The effects of the present disclosure are not limited to the foregoing, and should be understood to include all effects that can be reasonably expected from the following description.

Drawings

The above-mentioned and other features of the present disclosure will now be described in detail with reference to certain exemplary embodiments thereof as illustrated in the accompanying drawings, which are given by way of illustration only, and thus are not limiting of the present disclosure, and wherein:

fig. 1 is a sectional view illustrating a lithium secondary battery according to an exemplary embodiment of the present disclosure;

fig. 2 illustrates analysis results of a cross section of a protective film using a scanning electron microscope according to an exemplary embodiment of the present disclosure;

fig. 3 shows the results of an evaluation of the electrochemical life of an asymmetric battery according to an embodiment;

fig. 4 shows the evaluation results of the electrochemical life of the asymmetric battery according to comparative example 1;

fig. 5 shows the evaluation results of the electrochemical life of the asymmetric battery according to comparative example 2;

fig. 6 shows the evaluation results of the electrochemical life of the asymmetric battery according to comparative example 3; and

fig. 7 shows the evaluation results of the electrochemical life of the asymmetric battery according to comparative example 4.

Detailed Description

The above and other objects, features and advantages of the present disclosure will be more clearly understood from the following description of preferred embodiments taken in conjunction with the accompanying drawings. However, the present disclosure is not limited to the embodiments disclosed herein, and may be modified into different forms. These embodiments are provided to explain the present disclosure in detail and to fully convey the spirit of the present disclosure to those skilled in the art.

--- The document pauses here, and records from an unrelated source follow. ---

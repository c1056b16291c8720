import type { BatchSource, OpenSite } from "./batch-source.ts";

/** A batch that is answered, or was and is not taken yet. */
interface Lane {
  answered: boolean;
  waiting: number;
}

/** How batches are answered. */
export interface LanesPort<Line> {
  readonly source: Pick<BatchSource, "next">;
  /** Answers the n-th batch (counted from 1) and hands a line over for each of its sites. */
  readonly answer: (batch: readonly OpenSite[], number: number, onLine: (line: Line) => void) => Promise<void>;
  /** The most batches that are answered or wait to be taken at once. */
  readonly concurrency: number;
  readonly signal: AbortSignal;
}

/**
 * Answers batches, several at once, and hands their lines over as they come. A batch keeps its lane until its last line
 * was taken: no more than `concurrency` batches are ever taken from the source ahead of who takes the lines.
 */
export class Lanes<Line> {
  readonly #port: LanesPort<Line>;
  readonly #lanes = new Set<Lane>();
  readonly #lines: { readonly line: Line; readonly lane: Lane }[] = [];
  #batches = 0;
  #taking = false;
  #exhausted = false;
  #failure: { readonly error: unknown } | null = null;
  #wake: () => void = () => {};

  constructor(port: LanesPort<Line>) {
    this.#port = port;
  }

  /**
   * The next line; null when all are taken. After a failure no batch is begun, but those under way are answered and
   * taken before it is thrown. Throws the signal's reason as soon as it fires.
   */
  async next(): Promise<{ readonly line: Line } | null> {
    for (;;) {
      this.#port.signal.throwIfAborted();
      this.#fill();
      const next = this.#lines.shift();
      if (next !== undefined) {
        next.lane.waiting -= 1;
        this.#release(next.lane);
        return next;
      }
      if (this.#lanes.size === 0) {
        if (this.#failure !== null) throw this.#failure.error;
        if (this.#exhausted) return null;
      }
      await this.#change();
    }
  }

  async #change(): Promise<void> {
    const { signal } = this.#port;
    await new Promise<void>((resolve) => {
      this.#wake = resolve;
      signal.addEventListener("abort", this.#wake, { once: true });
    });
    signal.removeEventListener("abort", this.#wake);
  }

  /** Takes a batch when a lane is free, and goes on by itself until none is. */
  #fill(): void {
    const full = this.#lanes.size >= this.#port.concurrency;
    if (full || this.#taking || this.#exhausted || this.#failure !== null || this.#port.signal.aborted) return;
    this.#taking = true;
    this.#port.source
      .next()
      .then(
        (batch) => this.#begin(batch),
        (error: unknown) => this.#fail(error),
      )
      .finally(() => {
        this.#taking = false;
        this.#fill();
        this.#wake();
      });
  }

  #begin(batch: readonly OpenSite[] | null): void {
    if (batch === null) this.#exhausted = true;
    if (batch === null || this.#failure !== null || this.#port.signal.aborted) return;
    const lane: Lane = { answered: false, waiting: 0 };
    this.#lanes.add(lane);
    this.#batches += 1;
    const onLine = (line: Line) => {
      lane.waiting += 1;
      this.#lines.push({ line, lane });
      this.#wake();
    };
    this.#port
      .answer(batch, this.#batches, onLine)
      .catch((error: unknown) => this.#fail(error))
      .finally(() => {
        lane.answered = true;
        this.#release(lane);
        this.#wake();
      });
  }

  #fail(error: unknown): void {
    this.#failure ??= { error };
  }

  #release(lane: Lane): void {
    if (lane.answered && lane.waiting === 0) this.#lanes.delete(lane);
  }
}
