import { encodeBody } from "../encode-body.ts";
import type { CallContext } from "../errors/kneegap-error.ts";
import type { Climate } from "../generated/schema.ts";

const KEPT_BYTES = 64 * 1024 * 1024;

/** The lines of named climates, encoded when first used; of those not used lately it keeps 64 MiB at the most. */
export class ClimateLines {
  readonly #climates: Readonly<Record<string, Climate>>;
  readonly #context: CallContext;
  /** The one used last stands last. */
  readonly #kept = new Map<string, Uint8Array>();
  #keptBytes = 0;

  constructor(climates: Readonly<Record<string, Climate>>, context: CallContext) {
    this.#climates = climates;
    this.#context = context;
  }

  /** Whether there is a climate of that name. */
  has(name: string): boolean {
    return Object.hasOwn(this.#climates, name);
  }

  /** The line of a climate that there is. Throws EncodingError for what JSON cannot carry. */
  line(name: string): Uint8Array {
    const kept = this.#kept.get(name);
    const line = kept ?? this.#encode(name);
    this.#kept.delete(name);
    this.#kept.set(name, line);
    if (kept === undefined) this.#keptBytes += line.length;
    for (const [oldest, { length }] of this.#kept) {
      if (this.#keptBytes <= KEPT_BYTES || oldest === name) break;
      this.#kept.delete(oldest);
      this.#keptBytes -= length;
    }
    return line;
  }

  #encode(name: string): Uint8Array {
    return encodeBody({ kind: "climate", name, climate: this.#climates[name] }, "application/json", this.#context);
  }
}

The same reference numbers will be used throughout the drawings to refer to the same or like elements. For clarity of the disclosure, the dimensions of the structures are depicted as being larger than their actual dimensions. It will be understood that, although terms such as "first," "second," etc. may be used herein to describe various elements, these elements are not limited by these terms. These terms are only used to distinguish one element from another. For example, a "first" element discussed below could be termed a "second" element without departing from the scope of the present disclosure. Similarly, a "second" element may also be referred to as a "first" element. As used herein, the singular forms are intended to include the plural forms as well, unless the context clearly indicates otherwise.

It will be further understood that the terms "comprises," "comprising," "includes," "including," and the like, when used in this specification, specify the presence of stated features, integers, steps, operations, elements, components, or groups thereof, but do not preclude the presence or addition of one or more other features, integers, steps, operations, elements, components, or groups thereof. Also, it will be understood that when an element such as a layer, film, region, or sheet is referred to as being "on" another element, it can be directly on the other element or intervening elements may be present. Similarly, when an element such as a layer, film, region, or sheet is referred to as being "under" another element, it can be directly under the other element or intervening elements may be present.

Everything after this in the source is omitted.